KABUL (TCA) — In an interview with Afghan broadcaster TOLOnews, the founder and former CEO of Blackwater security company, Erik Prince, who insists on privatizing the war in Afghanistan, said that his forces can change the situation of the conflict in the country within six months.
“Well, I would say six months after the program is fully ramped up, you have a very different situation on the ground, I will commit to that,” said Prince, who is the incumbent chairman and founder of Frontier Resource Group, a private equity fund investing in natural resource opportunities in frontier markets.
This is not the first time that Prince has called for the use of contractors in Afghanistan. His mission turned controversial in Iraq as contractors working for Blackwater were accused of killing over 10 Iraqi civilians in 2007.
In an interview with the UK’s Independent this year, Prince essentially proposed the privatization of the war.
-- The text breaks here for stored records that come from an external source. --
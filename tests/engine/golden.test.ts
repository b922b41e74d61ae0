/**
 * Golden results: the canonical results of every starting example (content/engine-examples/*.json), stored in
 * tests/engine/golden/<example>.json with the ENGINE_VERSION that made them. The numbers may not change while
 * ENGINE_VERSION stays the same; when a change is intended, bump ENGINE_VERSION (lib/engine/version.ts) and run
 * `npm run engine:golden`, which rewrites the files (this test with GUSSET_WRITE_GOLDEN=1), then review the diff.
 *
 * Numbers compare at 1e-12 relative. Near zero the scale is the largest value of the same quantity in the file
 * (the same path with ids wildcarded), and for the equilibrium residuals, which are rounding by design, the
 * largest end force or reaction; the dimensionless residuals compare at 1e-12 absolute. The position of an
 * extreme that another sampled point of its diagram ties with is not compared: rounding picks one of them.
 */
import { describe, it, expect } from "vitest";
import { existsSync, readdirSync, readFileSync, writeFileSync } from "node:fs";
import path from "node:path";
import { analyze, ENGINE_VERSION, resultToCanonicalJson } from "@/lib/engine";

const root = path.resolve(import.meta.dirname, "../..");
const examplesDir = path.join(root, "content/engine-examples");
const goldenDir = path.join(import.meta.dirname, "golden");
const REGENERATE =
  "bump ENGINE_VERSION in lib/engine/version.ts if you have not, then run npm run engine:golden and review the diff";
/** Sampled diagrams are part of the golden results, so a change along members is caught too. */
const POINTS = 5;
const RELATIVE = 1e-12;

type Json = null | boolean | number | string | Json[] | { [key: string]: Json };

interface Golden {
  readonly engineVersion: string;
  readonly example: string;
  readonly points: number;
  readonly result?: Json;
  readonly errors?: Json;
}

function currentOutcome(example: string): Pick<Golden, "result" | "errors"> {
  const out = analyze(JSON.parse(readFileSync(path.join(examplesDir, example), "utf8")));
  if (!out.ok) return { errors: JSON.parse(JSON.stringify(out.errors)) as Json };
  const result = JSON.parse(resultToCanonicalJson(out.result, { points: POINTS })) as { [key: string]: Json };
  // The source hash changes with every edit of the engine; the numbers are what must not.
  delete result.engineSourceHash;
  return { result };
}

/** Keys that hold ids (nodes, members, cases, …) as their children: wildcarded when grouping quantities. */
const ID_CONTAINERS = new Set([
  "loadCases",
  "combinations",
  "envelopes",
  "displacements",
  "reactions",
  "endForces",
  "diagramExtremes",
  "diagrams",
  "factors",
]);

function walkNumbers(value: Json, at: string[], visit: (path: string[], v: number) => void): void {
  if (typeof value === "number") visit(at, value);
  else if (Array.isArray(value)) value.forEach((v, i) => walkNumbers(v, [...at, String(i)], visit));
  else if (value !== null && typeof value === "object")
    for (const [k, v] of Object.entries(value)) walkNumbers(v, [...at, k], visit);
}

function groupOf(at: string[]): string {
  return at.map((seg, i) => (i > 0 && ID_CONTAINERS.has(at[i - 1]) ? "*" : /^\d+$/.test(seg) ? "#" : seg)).join(".");
}

/** Scale below which a value counts as zero, per quantity. */
function scales(golden: Json): (at: string[]) => number {
  const byGroup = new Map<string, number>();
  let forces = 0;
  walkNumbers(golden, [], (at, v) => {
    const g = groupOf(at);
    byGroup.set(g, Math.max(byGroup.get(g) ?? 0, Math.abs(v)));
    if (at.includes("reactions") || at.includes("endForces")) forces = Math.max(forces, Math.abs(v));
  });
  return (at) => {
    const last = at[at.length - 1];
    if (last === "relativeResidual" || (at.includes("equilibrium") && last === "relative")) return 1;
    if (at.includes("equilibrium")) return forces;
    return byGroup.get(groupOf(at)) ?? 0;
  };
}

type JsonObject = { [key: string]: Json };

function lookup(value: Json, segments: ReadonlyArray<string>): Json | undefined {
  let v: Json | undefined = value;
  for (const seg of segments) v = v !== null && typeof v === "object" && !Array.isArray(v) ? (v as JsonObject)[seg] : undefined;
  return v;
}

/**
 * The position of an extreme is ambiguous when another sampled point of the same diagram reaches the same value
 * (a constant diagram, a relative deflection that is zero at both ends, equal end moments of a symmetric beam):
 * rounding then decides which of them is reported. Envelope extremes are checked on the governing result.
 */
function ambiguousPosition(golden: Json, keys: string[], tolerance: (value: number) => number): boolean {
  const n = keys.length;
  if (keys[n - 1] !== "x" || !["max", "min"].includes(keys[n - 2])) return false;
  const extreme = lookup(golden, keys.slice(0, -1)) as { value?: Json; x?: Json; from?: Json } | undefined;
  if (typeof extreme?.value !== "number" || typeof extreme.x !== "number") return false;
  const quantity = keys[n - 3];
  let samples: Json | undefined;
  const d = keys.indexOf("diagrams");
  if (d >= 0 && keys[d + 2] === "extremes") samples = lookup(golden, [...keys.slice(0, d + 2), "samples"]);
  const e = keys.indexOf("diagramExtremes");
  if (e >= 0 && keys[e - 2] === "envelopes" && typeof extreme.from === "string") {
    const from = extreme.from;
    const base = keys.slice(0, e - 2);
    for (const kind of ["loadCases", "combinations"])
      samples ??= lookup(golden, [...base, kind, from, "diagrams", keys[e + 1], "samples"]);
  }
  const xs = lookup(samples ?? null, ["x"]);
  const values = lookup(samples ?? null, [quantity]);
  if (!Array.isArray(xs) || !Array.isArray(values)) return false;
  const length = Number(xs[xs.length - 1]);
  const tol = tolerance(extreme.value);
  const x = extreme.x;
  const v = extreme.value;
  return values.some((s, i) => typeof s === "number" && Math.abs(s - v) <= tol && Math.abs(Number(xs[i]) - x) > 1e-9 * length);
}

/** Every difference between the golden and the current JSON, as readable lines. */
function differences(golden: Json, current: Json): string[] {
  const out: string[] = [];
  const scaleOf = scales(golden);
  const visit = (g: Json, c: Json, at: string[]) => {
    const where = at.join(".") || "(the whole file)";
    if (typeof g === "number" && typeof c === "number") {
      const valueScale = scaleOf([...at.slice(0, -1), "value"]);
      if (ambiguousPosition(golden, at, (v) => 1e-9 * Math.max(Math.abs(v), valueScale))) return;
      const tol = RELATIVE * Math.max(Math.abs(g), scaleOf(at));
      if (!(Math.abs(c - g) <= tol)) out.push(`${where}: ${g} in the golden results, now ${c}`);
    } else if (Array.isArray(g) && Array.isArray(c)) {
      if (g.length !== c.length) out.push(`${where}: ${g.length} entries in the golden results, now ${c.length}`);
      else g.forEach((v, i) => visit(v, c[i], [...at, String(i)]));
    } else if (
      g !== null &&
      c !== null &&
      typeof g === "object" &&
      typeof c === "object" &&
      !Array.isArray(g) &&
      !Array.isArray(c)
    ) {
      for (const k of new Set([...Object.keys(g), ...Object.keys(c)])) {
        if (!(k in c)) out.push(`${[...at, k].join(".")}: in the golden results, now missing`);
        else if (!(k in g)) out.push(`${[...at, k].join(".")}: new, not in the golden results`);
        else visit(g[k], c[k], [...at, k]);
      }
    } else if (JSON.stringify(g) !== JSON.stringify(c))
      out.push(`${where}: ${JSON.stringify(g)} in the golden results, now ${JSON.stringify(c)}`);
  };
  visit(golden, current, []);
  return out;
}

const examples = readdirSync(examplesDir)
  .filter((f) => f.endsWith(".json"))
  .sort();

describe("golden results of the starting examples", () => {
  it("covers every example", () => {
    expect(examples.length).toBeGreaterThan(0);
  });

  for (const example of examples) {
    const goldenFile = path.join(goldenDir, example);
    it(`${example}: the same numbers as tests/engine/golden/${example} while ENGINE_VERSION is unchanged`, () => {
      const current = currentOutcome(example);
      if (process.env.GUSSET_WRITE_GOLDEN) {
        const golden: Golden = {
          engineVersion: ENGINE_VERSION,
          example: `content/engine-examples/${example}`,
          points: POINTS,
          ...current,
        };
        writeFileSync(goldenFile, `${JSON.stringify(golden, null, 1)}\n`);
        return;
      }
      if (!existsSync(goldenFile))
        throw new Error(`no golden results for ${example}: run npm run engine:golden and commit tests/engine/golden/${example}`);
      const golden = JSON.parse(readFileSync(goldenFile, "utf8")) as Golden;
      if (golden.engineVersion !== ENGINE_VERSION) {
        throw new Error(
          `ENGINE_VERSION is ${ENGINE_VERSION} but tests/engine/golden/${example} was made by ${golden.engineVersion}: run npm run engine:golden and review the diff`,
        );
      }
      const diffs = differences(
        { result: golden.result ?? null, errors: golden.errors ?? null },
        { result: current.result ?? null, errors: current.errors ?? null },
      );
      if (diffs.length > 0) {
        const shown = diffs.slice(0, 12).join("\n  ");
        throw new Error(
          `${example}: the results changed while ENGINE_VERSION is still ${ENGINE_VERSION} (${diffs.length} differences):\n  ${shown}\nIf the change is intended, ${REGENERATE}.`,
        );
      }
    });
  }
});

describe("the golden comparison", () => {
  const golden: Json = {
    loadCases: {
      G: {
        displacements: { A: { ux: 1e-3, uy: 0 }, B: { ux: 2e-3, uy: -5e-4 } },
        equilibrium: { fx: 1e-11, relative: 1e-16 },
        endForces: { m: { start: { fx: 1e5 } } },
      },
    },
  };
  /** The differences after setting (or, with undefined, deleting) one entry of a copy. */
  const change = (keys: string[], value: Json | undefined): string[] => {
    const copy = JSON.parse(JSON.stringify(golden)) as JsonObject;
    const parent = lookup(copy, keys.slice(0, -1)) as JsonObject;
    if (value === undefined) delete parent[keys[keys.length - 1]];
    else parent[keys[keys.length - 1]] = value;
    return differences(golden, copy);
  };
  const A = ["loadCases", "G", "displacements", "A"];
  const equilibrium = ["loadCases", "G", "equilibrium"];

  it("accepts rounding-level changes and rejects anything larger", () => {
    expect(change([...A, "ux"], 1e-3)).toEqual([]);
    expect(change([...A, "ux"], 1e-3 * (1 + 5e-13))).toEqual([]);
    expect(change([...A, "ux"], 1e-3 * (1 + 1e-9))).toHaveLength(1);
    // A zero compares against the largest value of the same quantity, and a residual against the forces.
    expect(change([...A, "uy"], 1e-19)).toEqual([]);
    expect(change([...A, "uy"], 1e-12)).toHaveLength(1);
    expect(change([...equilibrium, "fx"], -3e-11)).toEqual([]);
    expect(change([...equilibrium, "fx"], 1)).toHaveLength(1);
    expect(change([...equilibrium, "relative"], 4e-16)).toEqual([]);
  });

  it("does not compare the position of an extreme that another sampled point ties with", () => {
    const beam = (xMax: number, xMin: number) => ({
      loadCases: {
        G: {
          diagrams: {
            b: {
              extremes: { M: { max: { value: 10, x: xMax }, min: { value: -20, x: xMin } } },
              samples: { x: [0, 2, 4], M: [-20, 10, -20] },
            },
          },
        },
      },
    });
    // Both ends reach the minimum: either may be reported. The maximum is unique.
    expect(differences(beam(2, 0), beam(2, 4))).toEqual([]);
    expect(differences(beam(2, 0), beam(2.5, 0))).toEqual([
      "loadCases.G.diagrams.b.extremes.M.max.x: 2 in the golden results, now 2.5",
    ]);
  });

  it("rejects changed structure and text", () => {
    expect(change(["loadCases", "G", "displacements", "B"], undefined)).toEqual([
      "loadCases.G.displacements.B: in the golden results, now missing",
    ]);
    expect(change(["loadCases", "G", "displacements", "B", "rz"], 0)).toEqual([
      "loadCases.G.displacements.B.rz: new, not in the golden results",
    ]);
    expect(change([...A, "ux"], "1e-3")).toHaveLength(1);
  });
});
However, the Independent said he would prefer to call it “rationalizing and restructuring”.
On August 28, US Defense Secretary James Mattis reacted to the plan to privatize the war in Afghanistan and said “it is probably not a wise idea”.
“When Americans put their nation’s credibility on the line, privatizing it is probably not a wise idea,” Mattis told reporters.
According to Mr. Prince, 3,600 “contracted veteran mentors” from Blackwater will be deployed to Afghanistan – 36 for each Afghan unit and for two to four years at a time.
“I would use contracted veteran mentors from the US and from NATO, the same countries over here now,” Prince said.
He said the contracted forces will serve for the same units and same places during their service of 2-4 years at a time in Afghanistan.
The Blackwater founder said the contractors would be equipped with airpower, weapons and would be joined by NATO and Afghan forces in every mission.
“They provide leadership, intelligence, communications, medicals and logistics expertise to their Afghan counterparts and go with them in the field all the time to make sure their Afghan counterparts are paid and fed, that they are well led, that they have a communications plan, all those essential elements of soldiering don’t break down,” he said.
Prince said his forces would be accountable for the laws in Afghanistan.
“These are Afghans that are in the lead of this mission all the time, under Afghan rules of engagement and under Afghan rule of law. If one of these contractors I am recommending does an evil act, intentionally injures a child or something like that, they could be held accountable under the uniform code of military justice here in Kabul, investigated, trialed, incarcerated back in their home country. We have a clear path for accountability,” he said.